(Records from a collection)
-- Opening Marker --
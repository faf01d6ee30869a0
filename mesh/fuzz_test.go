package mesh

import (
	"bytes"
	"testing"
)

// FuzzRead feeds arbitrary bytes to the STL reader: it must never panic, and
// whatever it accepts must be a mesh with triangles, valid indices and finite
// coordinates on which Check and Stats run.
func FuzzRead(f *testing.F) {
	cube := unitCube()
	f.Add(binarySTL(f, cube))
	f.Add(asciiSTL(f, cube))
	f.Add([]byte("solid x\nfacet normal 0 0 1\nouter loop\nvertex 0 0 0\nvertex 1 0 0\nvertex 0 1 0\nendloop\nendfacet\nendsolid x\n"))
	f.Add([]byte{})
	f.Fuzz(func(t *testing.T, data []byte) {
		m, err := Read(bytes.NewReader(data), "fuzz")
		if err != nil {
			return
		}
		if len(m.Triangles) == 0 {
			t.Fatal("accepted a mesh without triangles")
		}
		for i, tr := range m.Triangles {
			for _, v := range tr {
				if v < 0 || v >= len(m.Vertices) {
					t.Fatalf("triangle %d has index %d of %d", i, v, len(m.Vertices))
				}
			}
		}
		for i, v := range m.Vertices {
			if !finite(v) {
				t.Fatalf("vertex %d not finite: %v", i, v)
			}
		}
		_ = m.Check()
		_ = m.Stats()
		_ = m.Validate()
	})
}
-- Closing Marker --
Locate the word "mesh" in the data above. Copy every line carrying it.

filename mesh/fuzz_test.go
package mesh
// whatever it accepts must be a mesh with triangles, valid indices and finite
			t.Fatal("accepted a mesh without triangles")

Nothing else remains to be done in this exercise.